**Work instructions**
What lines of the data below include the word "reads"? Report them by copying each.

**Records for processing**
· · · · ·
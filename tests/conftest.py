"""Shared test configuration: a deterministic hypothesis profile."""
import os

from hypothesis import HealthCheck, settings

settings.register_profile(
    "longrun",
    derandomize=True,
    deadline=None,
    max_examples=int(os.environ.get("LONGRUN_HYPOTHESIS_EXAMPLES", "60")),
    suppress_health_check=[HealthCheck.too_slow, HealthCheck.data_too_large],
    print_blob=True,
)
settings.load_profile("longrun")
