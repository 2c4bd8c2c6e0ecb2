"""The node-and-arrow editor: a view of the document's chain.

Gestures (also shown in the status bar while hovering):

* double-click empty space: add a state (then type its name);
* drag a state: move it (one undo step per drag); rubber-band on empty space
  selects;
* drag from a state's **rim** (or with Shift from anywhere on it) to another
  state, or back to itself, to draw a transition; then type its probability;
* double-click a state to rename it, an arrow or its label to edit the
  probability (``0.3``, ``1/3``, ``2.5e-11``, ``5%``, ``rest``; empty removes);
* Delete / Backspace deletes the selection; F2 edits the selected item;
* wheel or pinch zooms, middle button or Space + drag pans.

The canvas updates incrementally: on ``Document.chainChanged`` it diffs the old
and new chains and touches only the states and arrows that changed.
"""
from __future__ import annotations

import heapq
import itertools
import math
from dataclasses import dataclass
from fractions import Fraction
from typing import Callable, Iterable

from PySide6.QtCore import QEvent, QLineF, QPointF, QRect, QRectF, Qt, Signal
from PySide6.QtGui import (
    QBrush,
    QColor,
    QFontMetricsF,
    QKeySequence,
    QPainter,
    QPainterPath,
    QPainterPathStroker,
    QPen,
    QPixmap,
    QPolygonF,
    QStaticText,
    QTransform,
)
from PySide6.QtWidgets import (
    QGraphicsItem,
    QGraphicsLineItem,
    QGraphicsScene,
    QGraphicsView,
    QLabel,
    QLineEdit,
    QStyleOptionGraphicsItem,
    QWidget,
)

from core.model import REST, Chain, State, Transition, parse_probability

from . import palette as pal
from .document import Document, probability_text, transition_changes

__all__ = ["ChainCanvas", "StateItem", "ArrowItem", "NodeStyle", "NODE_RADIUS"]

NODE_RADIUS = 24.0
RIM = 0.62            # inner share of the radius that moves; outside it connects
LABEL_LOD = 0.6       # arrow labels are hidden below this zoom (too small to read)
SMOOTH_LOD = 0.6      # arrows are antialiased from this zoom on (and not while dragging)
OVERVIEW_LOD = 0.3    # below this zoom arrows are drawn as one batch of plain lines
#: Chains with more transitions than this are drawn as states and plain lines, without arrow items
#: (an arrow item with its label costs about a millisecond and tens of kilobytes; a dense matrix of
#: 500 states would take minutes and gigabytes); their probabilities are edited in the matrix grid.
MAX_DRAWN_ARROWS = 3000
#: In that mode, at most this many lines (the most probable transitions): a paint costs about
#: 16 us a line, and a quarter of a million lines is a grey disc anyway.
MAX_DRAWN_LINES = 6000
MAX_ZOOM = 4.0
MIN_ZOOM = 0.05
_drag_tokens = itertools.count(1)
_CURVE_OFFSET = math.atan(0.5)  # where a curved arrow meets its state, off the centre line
· · · · ·
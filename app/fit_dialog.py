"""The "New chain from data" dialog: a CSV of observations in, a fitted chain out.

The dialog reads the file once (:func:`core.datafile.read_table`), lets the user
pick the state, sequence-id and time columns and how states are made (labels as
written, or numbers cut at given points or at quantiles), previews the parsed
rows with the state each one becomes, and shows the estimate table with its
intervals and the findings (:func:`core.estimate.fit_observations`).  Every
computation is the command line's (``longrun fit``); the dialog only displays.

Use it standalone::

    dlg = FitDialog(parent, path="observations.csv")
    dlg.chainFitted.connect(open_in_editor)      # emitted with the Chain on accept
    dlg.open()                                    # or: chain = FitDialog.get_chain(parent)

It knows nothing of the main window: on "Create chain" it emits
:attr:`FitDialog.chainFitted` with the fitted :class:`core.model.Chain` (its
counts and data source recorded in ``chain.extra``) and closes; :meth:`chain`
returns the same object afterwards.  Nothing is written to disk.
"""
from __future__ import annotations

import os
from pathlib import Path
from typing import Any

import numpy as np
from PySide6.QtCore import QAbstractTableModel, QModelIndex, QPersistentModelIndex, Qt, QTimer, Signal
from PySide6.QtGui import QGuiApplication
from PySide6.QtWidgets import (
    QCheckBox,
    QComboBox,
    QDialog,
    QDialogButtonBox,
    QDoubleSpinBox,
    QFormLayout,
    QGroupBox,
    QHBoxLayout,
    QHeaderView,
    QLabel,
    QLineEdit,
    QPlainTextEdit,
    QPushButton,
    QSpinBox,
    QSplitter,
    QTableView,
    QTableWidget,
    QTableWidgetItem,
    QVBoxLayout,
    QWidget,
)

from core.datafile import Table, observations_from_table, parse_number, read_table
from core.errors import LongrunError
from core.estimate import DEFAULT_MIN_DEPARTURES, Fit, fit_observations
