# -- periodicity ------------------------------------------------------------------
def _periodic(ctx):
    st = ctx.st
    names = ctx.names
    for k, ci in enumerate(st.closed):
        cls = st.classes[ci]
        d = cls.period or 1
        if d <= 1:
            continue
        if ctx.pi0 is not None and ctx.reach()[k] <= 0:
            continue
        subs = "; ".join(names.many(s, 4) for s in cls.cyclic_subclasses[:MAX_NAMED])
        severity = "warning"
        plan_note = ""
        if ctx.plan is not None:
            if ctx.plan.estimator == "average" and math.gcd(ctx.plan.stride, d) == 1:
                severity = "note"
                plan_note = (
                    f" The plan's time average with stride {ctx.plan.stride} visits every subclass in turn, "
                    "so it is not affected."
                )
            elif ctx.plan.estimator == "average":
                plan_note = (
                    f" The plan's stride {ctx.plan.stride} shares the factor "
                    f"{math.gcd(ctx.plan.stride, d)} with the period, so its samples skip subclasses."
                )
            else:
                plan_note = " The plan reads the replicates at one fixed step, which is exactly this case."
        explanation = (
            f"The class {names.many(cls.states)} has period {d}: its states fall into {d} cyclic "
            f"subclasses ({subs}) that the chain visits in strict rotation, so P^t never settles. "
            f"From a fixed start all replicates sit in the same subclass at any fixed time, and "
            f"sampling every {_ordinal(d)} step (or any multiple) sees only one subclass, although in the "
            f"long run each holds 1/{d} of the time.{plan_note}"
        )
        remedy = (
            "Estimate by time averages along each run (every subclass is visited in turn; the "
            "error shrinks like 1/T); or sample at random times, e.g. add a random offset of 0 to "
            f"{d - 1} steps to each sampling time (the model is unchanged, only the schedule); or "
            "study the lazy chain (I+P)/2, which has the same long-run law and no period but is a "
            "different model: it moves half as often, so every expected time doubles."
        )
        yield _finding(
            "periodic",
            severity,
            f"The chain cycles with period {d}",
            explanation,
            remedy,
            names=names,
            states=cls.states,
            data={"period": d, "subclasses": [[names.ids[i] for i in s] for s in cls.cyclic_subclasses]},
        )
· · · · ·
**Solution to the problem**
The dialog reads the file once (:func:`core.datafile.read_table`), lets the user
                plan_note = " The plan reads the replicates at one fixed step, which is exactly this case."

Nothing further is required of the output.